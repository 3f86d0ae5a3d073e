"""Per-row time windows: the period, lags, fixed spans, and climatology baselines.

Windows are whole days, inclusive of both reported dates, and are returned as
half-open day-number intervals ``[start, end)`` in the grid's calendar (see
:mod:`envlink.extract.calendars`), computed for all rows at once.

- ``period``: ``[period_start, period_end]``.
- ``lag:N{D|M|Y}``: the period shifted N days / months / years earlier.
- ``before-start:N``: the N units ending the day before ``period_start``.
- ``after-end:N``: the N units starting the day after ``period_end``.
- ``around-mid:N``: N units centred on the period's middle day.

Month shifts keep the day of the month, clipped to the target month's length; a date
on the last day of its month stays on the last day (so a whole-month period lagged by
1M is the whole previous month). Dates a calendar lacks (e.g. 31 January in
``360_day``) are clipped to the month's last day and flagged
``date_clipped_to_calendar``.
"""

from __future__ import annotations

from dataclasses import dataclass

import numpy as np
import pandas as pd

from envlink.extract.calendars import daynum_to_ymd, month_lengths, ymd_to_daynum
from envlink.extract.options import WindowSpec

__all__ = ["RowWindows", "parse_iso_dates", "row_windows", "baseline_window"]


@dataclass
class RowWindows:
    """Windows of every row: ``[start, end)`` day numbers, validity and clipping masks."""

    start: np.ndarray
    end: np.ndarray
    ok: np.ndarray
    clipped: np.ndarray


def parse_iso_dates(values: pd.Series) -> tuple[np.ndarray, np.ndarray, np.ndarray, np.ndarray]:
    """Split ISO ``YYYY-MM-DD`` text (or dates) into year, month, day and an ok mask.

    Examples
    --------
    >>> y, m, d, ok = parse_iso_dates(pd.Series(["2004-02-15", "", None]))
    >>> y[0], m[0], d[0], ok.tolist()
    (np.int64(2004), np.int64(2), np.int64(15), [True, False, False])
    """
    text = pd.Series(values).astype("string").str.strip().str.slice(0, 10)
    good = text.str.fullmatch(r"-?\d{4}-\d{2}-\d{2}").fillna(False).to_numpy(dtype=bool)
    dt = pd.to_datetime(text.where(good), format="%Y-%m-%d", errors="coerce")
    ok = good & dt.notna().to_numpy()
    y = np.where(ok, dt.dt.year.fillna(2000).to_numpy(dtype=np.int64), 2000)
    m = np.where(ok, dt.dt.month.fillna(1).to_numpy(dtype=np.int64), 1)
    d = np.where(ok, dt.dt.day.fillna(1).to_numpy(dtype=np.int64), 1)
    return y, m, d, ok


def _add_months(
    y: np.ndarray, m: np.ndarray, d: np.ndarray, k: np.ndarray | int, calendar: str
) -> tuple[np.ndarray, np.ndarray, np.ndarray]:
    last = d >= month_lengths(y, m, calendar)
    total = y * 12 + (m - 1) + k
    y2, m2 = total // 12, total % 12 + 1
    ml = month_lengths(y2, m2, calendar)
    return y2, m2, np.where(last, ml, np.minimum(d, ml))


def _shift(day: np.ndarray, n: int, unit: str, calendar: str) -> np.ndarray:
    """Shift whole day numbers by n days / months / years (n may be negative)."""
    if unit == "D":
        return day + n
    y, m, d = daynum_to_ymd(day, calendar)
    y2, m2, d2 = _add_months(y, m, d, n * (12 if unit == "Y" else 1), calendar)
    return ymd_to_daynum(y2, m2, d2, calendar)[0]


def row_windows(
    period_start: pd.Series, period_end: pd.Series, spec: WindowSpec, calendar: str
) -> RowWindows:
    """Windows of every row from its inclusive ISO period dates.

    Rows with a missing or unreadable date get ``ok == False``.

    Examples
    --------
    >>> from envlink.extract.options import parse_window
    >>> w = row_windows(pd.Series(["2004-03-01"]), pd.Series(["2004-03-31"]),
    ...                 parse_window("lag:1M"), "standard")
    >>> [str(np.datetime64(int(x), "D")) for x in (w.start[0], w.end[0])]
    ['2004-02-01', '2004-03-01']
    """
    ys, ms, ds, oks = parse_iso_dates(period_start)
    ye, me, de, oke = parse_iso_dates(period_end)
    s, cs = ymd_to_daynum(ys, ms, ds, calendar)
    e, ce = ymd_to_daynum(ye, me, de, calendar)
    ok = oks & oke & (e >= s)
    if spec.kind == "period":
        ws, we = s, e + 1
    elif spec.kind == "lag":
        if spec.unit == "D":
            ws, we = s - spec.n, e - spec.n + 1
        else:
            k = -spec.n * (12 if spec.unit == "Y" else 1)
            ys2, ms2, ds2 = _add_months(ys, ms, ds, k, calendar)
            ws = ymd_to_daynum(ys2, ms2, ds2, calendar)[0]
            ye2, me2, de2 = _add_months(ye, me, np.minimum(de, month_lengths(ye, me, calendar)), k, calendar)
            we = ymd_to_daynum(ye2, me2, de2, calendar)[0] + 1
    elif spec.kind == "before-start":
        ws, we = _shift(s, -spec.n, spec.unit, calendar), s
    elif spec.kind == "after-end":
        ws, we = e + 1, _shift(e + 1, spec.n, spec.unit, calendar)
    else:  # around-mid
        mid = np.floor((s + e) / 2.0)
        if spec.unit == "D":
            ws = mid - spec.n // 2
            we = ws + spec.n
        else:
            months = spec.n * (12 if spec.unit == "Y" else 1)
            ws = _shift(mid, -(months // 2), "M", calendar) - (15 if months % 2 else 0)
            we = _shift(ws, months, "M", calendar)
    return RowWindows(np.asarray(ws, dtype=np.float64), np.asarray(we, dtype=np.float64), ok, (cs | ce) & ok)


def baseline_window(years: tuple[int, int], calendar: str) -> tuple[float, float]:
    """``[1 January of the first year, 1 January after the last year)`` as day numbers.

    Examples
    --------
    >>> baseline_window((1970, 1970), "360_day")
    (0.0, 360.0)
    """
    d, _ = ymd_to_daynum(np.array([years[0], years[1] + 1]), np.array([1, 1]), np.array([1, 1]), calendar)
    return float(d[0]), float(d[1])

********************

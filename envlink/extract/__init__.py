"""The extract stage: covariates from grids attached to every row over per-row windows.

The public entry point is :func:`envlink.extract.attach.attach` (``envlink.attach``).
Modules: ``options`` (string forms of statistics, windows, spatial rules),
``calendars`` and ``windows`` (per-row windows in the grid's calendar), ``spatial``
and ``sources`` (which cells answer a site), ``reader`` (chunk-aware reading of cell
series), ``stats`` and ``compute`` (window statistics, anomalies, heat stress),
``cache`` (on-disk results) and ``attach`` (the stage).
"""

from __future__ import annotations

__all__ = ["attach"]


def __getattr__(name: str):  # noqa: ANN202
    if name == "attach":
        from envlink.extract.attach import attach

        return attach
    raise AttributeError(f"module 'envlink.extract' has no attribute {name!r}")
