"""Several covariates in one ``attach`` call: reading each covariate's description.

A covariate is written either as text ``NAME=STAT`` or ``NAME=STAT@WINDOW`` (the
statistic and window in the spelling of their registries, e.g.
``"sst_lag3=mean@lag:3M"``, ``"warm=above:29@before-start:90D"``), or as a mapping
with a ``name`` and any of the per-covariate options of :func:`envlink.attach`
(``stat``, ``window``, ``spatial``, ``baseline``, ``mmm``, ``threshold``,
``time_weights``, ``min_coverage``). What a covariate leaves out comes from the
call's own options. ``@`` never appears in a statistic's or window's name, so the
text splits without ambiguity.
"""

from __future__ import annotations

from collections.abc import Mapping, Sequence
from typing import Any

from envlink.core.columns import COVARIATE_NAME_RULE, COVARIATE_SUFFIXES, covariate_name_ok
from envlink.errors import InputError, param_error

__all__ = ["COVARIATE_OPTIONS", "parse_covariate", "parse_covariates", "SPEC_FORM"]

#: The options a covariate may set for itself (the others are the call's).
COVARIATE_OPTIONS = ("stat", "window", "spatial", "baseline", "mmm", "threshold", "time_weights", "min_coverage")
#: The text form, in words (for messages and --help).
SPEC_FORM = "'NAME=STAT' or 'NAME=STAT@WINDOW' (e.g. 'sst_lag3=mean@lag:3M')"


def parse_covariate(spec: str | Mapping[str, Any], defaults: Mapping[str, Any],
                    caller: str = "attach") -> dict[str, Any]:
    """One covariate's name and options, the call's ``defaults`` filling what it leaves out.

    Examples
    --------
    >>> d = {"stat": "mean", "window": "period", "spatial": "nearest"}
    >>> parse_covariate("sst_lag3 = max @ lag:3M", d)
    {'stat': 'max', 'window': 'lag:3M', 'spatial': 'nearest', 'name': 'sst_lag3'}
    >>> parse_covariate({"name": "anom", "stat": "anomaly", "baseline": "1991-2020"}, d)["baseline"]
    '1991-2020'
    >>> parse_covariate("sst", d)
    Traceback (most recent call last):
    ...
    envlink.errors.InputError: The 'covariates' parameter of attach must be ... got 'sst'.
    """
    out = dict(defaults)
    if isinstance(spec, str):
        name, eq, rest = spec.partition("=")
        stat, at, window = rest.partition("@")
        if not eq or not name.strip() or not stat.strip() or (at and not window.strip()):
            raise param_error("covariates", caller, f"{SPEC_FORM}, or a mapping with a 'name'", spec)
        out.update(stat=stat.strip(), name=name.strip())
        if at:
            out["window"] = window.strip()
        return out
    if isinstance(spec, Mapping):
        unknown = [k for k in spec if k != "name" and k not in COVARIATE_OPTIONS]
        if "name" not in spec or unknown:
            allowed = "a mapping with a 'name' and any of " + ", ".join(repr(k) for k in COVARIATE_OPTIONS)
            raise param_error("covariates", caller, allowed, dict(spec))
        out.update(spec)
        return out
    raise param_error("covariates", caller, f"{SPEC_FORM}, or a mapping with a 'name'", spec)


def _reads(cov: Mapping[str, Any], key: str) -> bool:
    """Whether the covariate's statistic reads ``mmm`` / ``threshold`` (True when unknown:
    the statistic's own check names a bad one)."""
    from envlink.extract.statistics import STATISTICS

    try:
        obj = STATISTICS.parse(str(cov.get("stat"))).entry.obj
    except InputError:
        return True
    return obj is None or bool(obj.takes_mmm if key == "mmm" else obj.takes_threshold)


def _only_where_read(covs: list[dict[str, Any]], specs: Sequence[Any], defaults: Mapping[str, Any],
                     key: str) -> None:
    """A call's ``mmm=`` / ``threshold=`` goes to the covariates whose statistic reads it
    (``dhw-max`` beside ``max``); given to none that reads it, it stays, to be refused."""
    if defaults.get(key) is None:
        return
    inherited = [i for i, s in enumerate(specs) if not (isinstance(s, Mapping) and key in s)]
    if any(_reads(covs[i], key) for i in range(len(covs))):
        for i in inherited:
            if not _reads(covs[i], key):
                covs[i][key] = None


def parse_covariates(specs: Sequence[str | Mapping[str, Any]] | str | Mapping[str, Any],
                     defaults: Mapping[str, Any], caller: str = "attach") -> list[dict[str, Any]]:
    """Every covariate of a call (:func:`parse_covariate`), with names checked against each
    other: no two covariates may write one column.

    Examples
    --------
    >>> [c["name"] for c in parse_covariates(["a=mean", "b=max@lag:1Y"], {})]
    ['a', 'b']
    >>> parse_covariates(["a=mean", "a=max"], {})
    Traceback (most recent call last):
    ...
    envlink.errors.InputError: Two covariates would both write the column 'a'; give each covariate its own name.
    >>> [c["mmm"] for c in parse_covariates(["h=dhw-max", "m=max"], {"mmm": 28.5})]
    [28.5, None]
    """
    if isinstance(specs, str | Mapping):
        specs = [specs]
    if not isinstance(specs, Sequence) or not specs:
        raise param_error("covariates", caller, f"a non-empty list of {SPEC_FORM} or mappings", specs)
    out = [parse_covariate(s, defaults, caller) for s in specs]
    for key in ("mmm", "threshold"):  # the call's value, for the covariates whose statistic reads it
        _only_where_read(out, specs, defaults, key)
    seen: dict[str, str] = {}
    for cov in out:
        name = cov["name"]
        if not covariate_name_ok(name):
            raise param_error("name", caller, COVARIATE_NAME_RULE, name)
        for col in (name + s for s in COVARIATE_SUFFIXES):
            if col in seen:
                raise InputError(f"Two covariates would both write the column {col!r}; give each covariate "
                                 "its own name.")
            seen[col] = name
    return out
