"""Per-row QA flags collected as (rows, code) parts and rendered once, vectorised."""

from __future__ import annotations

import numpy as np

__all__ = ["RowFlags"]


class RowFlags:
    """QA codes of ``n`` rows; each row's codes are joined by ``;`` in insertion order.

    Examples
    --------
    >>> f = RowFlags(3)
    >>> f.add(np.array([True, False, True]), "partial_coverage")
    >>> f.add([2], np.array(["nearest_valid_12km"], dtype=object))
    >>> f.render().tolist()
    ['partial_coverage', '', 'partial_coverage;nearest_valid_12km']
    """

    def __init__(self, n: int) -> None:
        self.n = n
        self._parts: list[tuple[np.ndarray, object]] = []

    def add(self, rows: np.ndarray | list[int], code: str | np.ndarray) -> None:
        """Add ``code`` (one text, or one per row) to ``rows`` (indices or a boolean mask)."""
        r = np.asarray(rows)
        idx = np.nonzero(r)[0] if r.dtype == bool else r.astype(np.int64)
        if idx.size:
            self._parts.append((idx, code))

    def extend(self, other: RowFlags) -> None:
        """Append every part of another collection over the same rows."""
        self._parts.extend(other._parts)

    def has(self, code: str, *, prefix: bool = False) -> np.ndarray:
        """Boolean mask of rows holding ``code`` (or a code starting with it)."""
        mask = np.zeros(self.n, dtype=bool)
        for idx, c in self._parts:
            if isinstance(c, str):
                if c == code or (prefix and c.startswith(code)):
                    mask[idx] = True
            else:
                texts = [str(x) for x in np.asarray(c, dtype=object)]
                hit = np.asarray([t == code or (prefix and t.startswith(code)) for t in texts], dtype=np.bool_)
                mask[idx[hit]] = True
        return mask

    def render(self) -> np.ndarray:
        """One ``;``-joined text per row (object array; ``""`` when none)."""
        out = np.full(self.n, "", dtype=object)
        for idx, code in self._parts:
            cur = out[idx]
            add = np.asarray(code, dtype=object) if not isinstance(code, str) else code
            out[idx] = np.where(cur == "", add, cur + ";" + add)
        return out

********************

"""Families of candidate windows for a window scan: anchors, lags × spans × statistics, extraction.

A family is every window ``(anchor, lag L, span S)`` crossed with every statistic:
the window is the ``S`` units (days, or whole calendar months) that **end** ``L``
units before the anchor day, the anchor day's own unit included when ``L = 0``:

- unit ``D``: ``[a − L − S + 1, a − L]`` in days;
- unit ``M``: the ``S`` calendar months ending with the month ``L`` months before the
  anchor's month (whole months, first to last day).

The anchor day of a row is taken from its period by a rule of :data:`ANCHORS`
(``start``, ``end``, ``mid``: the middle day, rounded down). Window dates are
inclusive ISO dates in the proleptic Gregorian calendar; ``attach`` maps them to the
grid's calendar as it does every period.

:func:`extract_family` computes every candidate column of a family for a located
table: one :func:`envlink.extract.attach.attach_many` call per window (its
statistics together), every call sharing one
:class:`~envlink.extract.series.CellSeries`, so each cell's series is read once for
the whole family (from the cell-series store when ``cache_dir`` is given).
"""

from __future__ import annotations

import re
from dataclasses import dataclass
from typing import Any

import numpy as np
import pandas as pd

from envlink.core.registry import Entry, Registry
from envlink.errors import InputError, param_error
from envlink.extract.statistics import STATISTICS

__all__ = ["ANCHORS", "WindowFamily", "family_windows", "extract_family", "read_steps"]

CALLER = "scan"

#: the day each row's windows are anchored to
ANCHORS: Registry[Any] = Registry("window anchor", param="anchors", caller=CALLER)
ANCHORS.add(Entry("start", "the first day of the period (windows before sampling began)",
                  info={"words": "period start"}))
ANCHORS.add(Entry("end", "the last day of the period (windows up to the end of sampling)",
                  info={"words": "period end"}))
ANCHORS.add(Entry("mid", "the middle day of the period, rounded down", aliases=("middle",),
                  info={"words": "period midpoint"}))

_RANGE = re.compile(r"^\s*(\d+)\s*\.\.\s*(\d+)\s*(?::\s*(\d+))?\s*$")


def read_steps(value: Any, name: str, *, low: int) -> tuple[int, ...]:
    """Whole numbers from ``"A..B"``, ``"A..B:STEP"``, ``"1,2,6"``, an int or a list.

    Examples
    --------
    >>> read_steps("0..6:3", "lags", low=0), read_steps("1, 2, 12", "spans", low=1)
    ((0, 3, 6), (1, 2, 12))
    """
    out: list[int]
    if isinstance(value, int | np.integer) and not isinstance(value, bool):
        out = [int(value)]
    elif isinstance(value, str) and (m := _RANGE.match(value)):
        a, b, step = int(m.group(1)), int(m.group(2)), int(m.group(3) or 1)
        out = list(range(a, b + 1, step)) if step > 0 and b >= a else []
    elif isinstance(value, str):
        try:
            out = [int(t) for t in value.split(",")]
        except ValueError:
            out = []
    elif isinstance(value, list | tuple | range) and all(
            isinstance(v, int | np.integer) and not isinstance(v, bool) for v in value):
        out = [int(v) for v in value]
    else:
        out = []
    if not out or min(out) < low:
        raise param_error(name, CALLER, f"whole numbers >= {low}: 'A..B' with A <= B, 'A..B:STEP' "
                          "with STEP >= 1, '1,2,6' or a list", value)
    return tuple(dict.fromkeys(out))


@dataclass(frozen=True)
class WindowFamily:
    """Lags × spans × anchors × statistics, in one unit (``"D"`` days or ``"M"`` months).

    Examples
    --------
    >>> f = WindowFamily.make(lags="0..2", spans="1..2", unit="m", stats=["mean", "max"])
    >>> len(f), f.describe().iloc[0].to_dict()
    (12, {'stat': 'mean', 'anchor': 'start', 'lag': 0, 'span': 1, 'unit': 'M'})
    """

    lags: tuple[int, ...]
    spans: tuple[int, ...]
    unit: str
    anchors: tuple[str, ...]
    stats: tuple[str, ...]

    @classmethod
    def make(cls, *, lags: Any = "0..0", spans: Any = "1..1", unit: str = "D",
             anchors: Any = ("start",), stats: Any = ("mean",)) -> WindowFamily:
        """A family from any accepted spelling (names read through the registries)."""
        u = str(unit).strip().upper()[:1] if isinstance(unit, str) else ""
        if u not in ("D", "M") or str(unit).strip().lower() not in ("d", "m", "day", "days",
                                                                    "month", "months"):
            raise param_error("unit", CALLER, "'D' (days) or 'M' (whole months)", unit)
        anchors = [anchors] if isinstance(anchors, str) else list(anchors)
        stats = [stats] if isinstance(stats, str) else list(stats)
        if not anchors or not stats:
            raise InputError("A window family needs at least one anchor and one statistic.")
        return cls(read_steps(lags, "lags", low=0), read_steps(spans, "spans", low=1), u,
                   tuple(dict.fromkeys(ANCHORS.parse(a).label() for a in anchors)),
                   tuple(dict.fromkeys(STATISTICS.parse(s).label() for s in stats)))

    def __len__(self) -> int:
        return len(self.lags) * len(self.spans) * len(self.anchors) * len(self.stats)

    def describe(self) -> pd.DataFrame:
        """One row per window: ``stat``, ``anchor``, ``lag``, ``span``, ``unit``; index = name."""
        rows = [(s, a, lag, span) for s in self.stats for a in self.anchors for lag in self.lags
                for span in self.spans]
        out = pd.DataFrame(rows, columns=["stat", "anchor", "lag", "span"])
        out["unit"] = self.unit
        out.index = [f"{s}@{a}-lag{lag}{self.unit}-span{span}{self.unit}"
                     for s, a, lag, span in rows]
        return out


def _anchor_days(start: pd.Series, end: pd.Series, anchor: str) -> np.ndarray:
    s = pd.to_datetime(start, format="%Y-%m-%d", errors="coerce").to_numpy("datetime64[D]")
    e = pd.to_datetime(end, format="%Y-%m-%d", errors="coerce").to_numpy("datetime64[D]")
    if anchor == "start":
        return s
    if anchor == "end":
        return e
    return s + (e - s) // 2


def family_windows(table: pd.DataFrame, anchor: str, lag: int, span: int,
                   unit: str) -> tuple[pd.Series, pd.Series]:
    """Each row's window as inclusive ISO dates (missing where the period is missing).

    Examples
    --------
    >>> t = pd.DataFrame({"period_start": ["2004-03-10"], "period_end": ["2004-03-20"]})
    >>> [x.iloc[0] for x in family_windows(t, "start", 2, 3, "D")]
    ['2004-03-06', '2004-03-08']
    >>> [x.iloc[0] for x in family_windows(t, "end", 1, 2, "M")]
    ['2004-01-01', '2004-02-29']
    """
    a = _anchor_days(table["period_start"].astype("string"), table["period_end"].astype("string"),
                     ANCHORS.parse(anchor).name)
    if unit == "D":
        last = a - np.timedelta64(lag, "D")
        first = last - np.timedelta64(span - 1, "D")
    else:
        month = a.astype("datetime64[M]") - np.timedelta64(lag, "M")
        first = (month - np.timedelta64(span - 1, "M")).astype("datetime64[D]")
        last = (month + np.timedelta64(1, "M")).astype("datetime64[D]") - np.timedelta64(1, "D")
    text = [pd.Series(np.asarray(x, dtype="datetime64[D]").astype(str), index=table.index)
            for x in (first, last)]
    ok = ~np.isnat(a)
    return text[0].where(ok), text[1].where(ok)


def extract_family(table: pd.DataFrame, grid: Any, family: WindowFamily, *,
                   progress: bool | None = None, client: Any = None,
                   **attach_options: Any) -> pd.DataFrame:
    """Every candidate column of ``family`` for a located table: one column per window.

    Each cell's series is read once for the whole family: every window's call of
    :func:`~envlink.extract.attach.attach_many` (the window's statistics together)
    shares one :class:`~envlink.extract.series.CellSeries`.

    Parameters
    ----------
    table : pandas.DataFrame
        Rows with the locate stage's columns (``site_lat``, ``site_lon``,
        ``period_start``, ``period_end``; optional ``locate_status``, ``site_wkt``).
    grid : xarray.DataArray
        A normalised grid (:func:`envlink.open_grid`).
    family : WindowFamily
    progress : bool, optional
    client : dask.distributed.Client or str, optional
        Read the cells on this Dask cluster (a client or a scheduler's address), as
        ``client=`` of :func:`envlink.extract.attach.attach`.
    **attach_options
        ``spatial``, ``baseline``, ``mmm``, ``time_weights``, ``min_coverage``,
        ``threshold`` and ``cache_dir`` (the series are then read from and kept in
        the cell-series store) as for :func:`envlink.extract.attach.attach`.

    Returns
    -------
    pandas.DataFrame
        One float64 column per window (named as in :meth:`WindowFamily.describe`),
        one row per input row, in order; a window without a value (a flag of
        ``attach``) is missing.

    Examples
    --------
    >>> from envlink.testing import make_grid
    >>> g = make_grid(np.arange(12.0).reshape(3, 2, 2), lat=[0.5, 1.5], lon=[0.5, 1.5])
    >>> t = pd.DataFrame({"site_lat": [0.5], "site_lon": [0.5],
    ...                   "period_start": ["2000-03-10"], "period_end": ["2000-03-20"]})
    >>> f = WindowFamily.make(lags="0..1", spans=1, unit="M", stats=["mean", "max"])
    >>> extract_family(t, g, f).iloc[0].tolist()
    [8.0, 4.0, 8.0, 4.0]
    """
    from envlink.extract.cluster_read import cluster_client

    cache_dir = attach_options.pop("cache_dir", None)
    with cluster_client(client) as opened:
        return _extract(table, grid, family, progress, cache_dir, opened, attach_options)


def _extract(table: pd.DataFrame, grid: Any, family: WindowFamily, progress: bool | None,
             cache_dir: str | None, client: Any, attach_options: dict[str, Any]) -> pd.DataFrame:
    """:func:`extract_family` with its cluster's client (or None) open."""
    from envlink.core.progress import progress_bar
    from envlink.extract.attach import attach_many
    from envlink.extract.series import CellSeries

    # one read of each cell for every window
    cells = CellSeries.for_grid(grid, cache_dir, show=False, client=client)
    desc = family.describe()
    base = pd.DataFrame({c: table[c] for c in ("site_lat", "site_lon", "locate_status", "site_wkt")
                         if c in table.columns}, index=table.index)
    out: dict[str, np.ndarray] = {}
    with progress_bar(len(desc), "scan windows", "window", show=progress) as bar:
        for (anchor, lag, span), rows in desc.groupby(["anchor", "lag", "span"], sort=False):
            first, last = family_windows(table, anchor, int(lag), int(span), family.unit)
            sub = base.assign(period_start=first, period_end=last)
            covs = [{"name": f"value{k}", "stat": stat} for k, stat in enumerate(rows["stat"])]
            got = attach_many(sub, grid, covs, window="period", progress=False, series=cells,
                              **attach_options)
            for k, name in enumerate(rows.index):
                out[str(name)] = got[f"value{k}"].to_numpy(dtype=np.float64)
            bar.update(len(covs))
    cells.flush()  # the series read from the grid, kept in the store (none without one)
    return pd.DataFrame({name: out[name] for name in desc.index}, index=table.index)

********************

Look for the string "registries" in the entries above. Copy every line that has it.

statistic and window in the spelling of their registries, e.g.
        """A family from any accepted spelling (names read through the registries)."""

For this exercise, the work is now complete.